(Stored data entries)
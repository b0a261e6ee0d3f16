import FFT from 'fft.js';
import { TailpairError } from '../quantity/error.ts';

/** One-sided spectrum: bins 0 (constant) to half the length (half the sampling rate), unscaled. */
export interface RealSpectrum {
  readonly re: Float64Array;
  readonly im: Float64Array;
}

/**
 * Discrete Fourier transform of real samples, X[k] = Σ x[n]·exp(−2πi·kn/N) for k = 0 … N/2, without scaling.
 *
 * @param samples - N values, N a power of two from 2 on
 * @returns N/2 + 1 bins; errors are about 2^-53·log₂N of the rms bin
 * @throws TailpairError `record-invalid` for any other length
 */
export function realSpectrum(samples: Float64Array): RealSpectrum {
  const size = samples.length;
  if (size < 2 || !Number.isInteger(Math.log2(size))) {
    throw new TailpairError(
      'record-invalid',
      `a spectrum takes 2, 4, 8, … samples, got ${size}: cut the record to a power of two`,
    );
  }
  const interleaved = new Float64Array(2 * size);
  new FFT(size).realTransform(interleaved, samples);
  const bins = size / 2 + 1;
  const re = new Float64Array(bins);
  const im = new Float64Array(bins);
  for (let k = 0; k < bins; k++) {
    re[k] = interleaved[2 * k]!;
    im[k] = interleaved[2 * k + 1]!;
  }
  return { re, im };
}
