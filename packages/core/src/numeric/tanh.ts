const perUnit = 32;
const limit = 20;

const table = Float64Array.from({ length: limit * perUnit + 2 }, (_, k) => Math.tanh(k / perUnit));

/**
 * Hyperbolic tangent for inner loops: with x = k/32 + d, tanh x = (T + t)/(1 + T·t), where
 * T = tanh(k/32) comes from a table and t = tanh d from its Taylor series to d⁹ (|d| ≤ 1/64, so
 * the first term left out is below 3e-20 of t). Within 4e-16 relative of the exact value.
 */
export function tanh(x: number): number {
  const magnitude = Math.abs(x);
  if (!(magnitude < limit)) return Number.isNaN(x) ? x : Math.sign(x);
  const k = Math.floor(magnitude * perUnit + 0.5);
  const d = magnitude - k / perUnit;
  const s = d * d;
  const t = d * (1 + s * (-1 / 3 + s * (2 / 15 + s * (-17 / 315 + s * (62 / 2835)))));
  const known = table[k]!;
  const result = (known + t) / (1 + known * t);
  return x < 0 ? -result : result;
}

* * *

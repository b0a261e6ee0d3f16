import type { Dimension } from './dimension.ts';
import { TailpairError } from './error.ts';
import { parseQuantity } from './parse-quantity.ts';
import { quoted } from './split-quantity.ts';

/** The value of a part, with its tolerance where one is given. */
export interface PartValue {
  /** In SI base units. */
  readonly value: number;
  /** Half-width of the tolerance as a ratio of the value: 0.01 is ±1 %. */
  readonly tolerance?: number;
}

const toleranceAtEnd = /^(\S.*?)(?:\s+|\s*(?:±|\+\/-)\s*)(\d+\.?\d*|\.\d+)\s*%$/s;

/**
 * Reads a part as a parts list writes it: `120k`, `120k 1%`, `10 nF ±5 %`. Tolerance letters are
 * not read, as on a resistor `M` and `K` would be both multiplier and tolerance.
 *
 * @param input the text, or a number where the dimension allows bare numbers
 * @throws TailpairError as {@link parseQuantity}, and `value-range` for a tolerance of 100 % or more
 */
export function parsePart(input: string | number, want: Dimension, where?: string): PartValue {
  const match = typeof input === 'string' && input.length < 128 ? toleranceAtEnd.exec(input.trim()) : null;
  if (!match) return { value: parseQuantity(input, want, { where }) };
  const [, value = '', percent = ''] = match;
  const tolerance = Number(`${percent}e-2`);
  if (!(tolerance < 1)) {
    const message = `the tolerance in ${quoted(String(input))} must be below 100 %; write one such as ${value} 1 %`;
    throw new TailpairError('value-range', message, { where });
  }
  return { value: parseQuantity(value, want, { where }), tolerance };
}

==

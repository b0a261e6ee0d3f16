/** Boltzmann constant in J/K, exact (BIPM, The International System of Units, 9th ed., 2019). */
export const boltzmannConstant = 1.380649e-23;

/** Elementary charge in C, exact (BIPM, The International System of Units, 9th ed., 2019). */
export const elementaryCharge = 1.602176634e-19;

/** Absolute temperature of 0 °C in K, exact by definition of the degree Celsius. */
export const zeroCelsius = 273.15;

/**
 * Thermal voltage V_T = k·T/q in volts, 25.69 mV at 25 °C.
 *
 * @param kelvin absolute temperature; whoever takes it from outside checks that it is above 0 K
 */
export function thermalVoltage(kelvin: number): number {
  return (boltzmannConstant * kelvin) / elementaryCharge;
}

**Work to complete**:
Which lines in the records above include the word "param"? Copy them out.

**Answer to this task**:
 * @param samples - N values, N a power of two from 2 on
 * @param input the text, or a number where the dimension allows bare numbers
 * @param kelvin absolute temperature; whoever takes it from outside checks that it is above 0 K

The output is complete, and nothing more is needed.